- **Your assignment**: From the data that follows, copy every line with the string "circuit".

- **Material provided**:

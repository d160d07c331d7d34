package job

import (
	"bytes"
	"context"
	"encoding/csv"
	"io"
	"os"
	"path/filepath"
	"strings"
	"testing"

	"github.com/stretchr/testify/require"

	"gatesill/store/record"
)

// TestPointsComeBack imports tables of each layout, exports the points, imports
// those into another lot and exports them again: readings, states, directions
// and order must be the same to the digit; only the sweeps have new names.
func TestPointsComeBack(t *testing.T) {
	for _, c := range []struct {
		name, text string
		channel    record.Channel
		circuit    record.Circuit
	}{
		{"long, up and down, over range", "device,vg_V,id_mA,vl_V\nD1,2.8,0.20,0.002\nD1,2.9,1.90,0.019\nD1,3.0,9.8,0.098\nD1,3.1,29,0.29\nD1,3.2,OL,0.6\n" +
			"D1,3.1,29.1,0.29\nD1,3.0,9.9,0.099\nD1,2.9,1.9,0.019\nD1,2.8,0.2,0.002\n", "", record.Diode},
		{"wide", "Vg (V);D1 (mA);D2 (mA)\n2,8;0,20;0,10\n2,9;1,90;1,20\n3,0;9,80;7,70\n3,1;29,0;23,0\n", "", record.Diode},
		{"spots with transconductance", "serial,vgs_at_250mA_V,gm_at_250mA_S\n=P1,3.380,1.406\n../P2,3.290,1.385\nP3,3.306,1.389\n", "", ""},
		{"p-channel", "device,vg_V,id_A\nD1,-2.8,-1e-4\nD1,-2.9,-1.9e-3\nD1,-3.0,-9.8E-3\nD1,-3.1,-2.9e-2\n", record.PChannel, record.Diode},
	} {
		t.Run(c.name, func(t *testing.T) {
			dir := t.TempDir()
			env := &Env{Store: filepath.Join(dir, "s.db"), Out: io.Discard, Err: io.Discard, Quiet: true, Version: "test"}
			first := filepath.Join(dir, "first.csv")
			require.NoError(t, os.WriteFile(first, []byte(c.text), 0o644))
			read := func(lot, file string) string {
				rq := ImportRequest{Lot: lot, Files: []string{file}, Channel: c.channel}
				rq.Table.Given.Circuit = c.circuit
				require.NoError(t, Import(context.Background(), env, rq))
				out := filepath.Join(dir, lot+".csv")
				require.NoError(t, Export(context.Background(), env, lot, out, true, SheetOptions{Method: "auto"}))
				return out
			}
			once := read("once", first)
			twice := read("twice", once)
			require.Equal(t, withoutSweeps(t, once), withoutSweeps(t, twice))
			require.Greater(t, len(withoutSweeps(t, once)), 3)
		})
	}
}

// withoutSweeps gives the rows of a points file with its sweeps numbered.
func withoutSweeps(t *testing.T, path string) [][]string {
	t.Helper()
	b, err := os.ReadFile(path)
	require.NoError(t, err)
	rows, err := csv.NewReader(bytes.NewReader(b)).ReadAll()
	require.NoError(t, err)
	names := map[string]string{}
	for _, r := range rows[1:] {
		if _, ok := names[r[1]]; !ok {
			names[r[1]] = strings.Repeat("i", len(names)+1)
		}
		r[1] = names[r[1]]
	}
	return rows
}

- **Completed task**:
		circuit    record.Circuit
				rq.Table.Given.Circuit = c.circuit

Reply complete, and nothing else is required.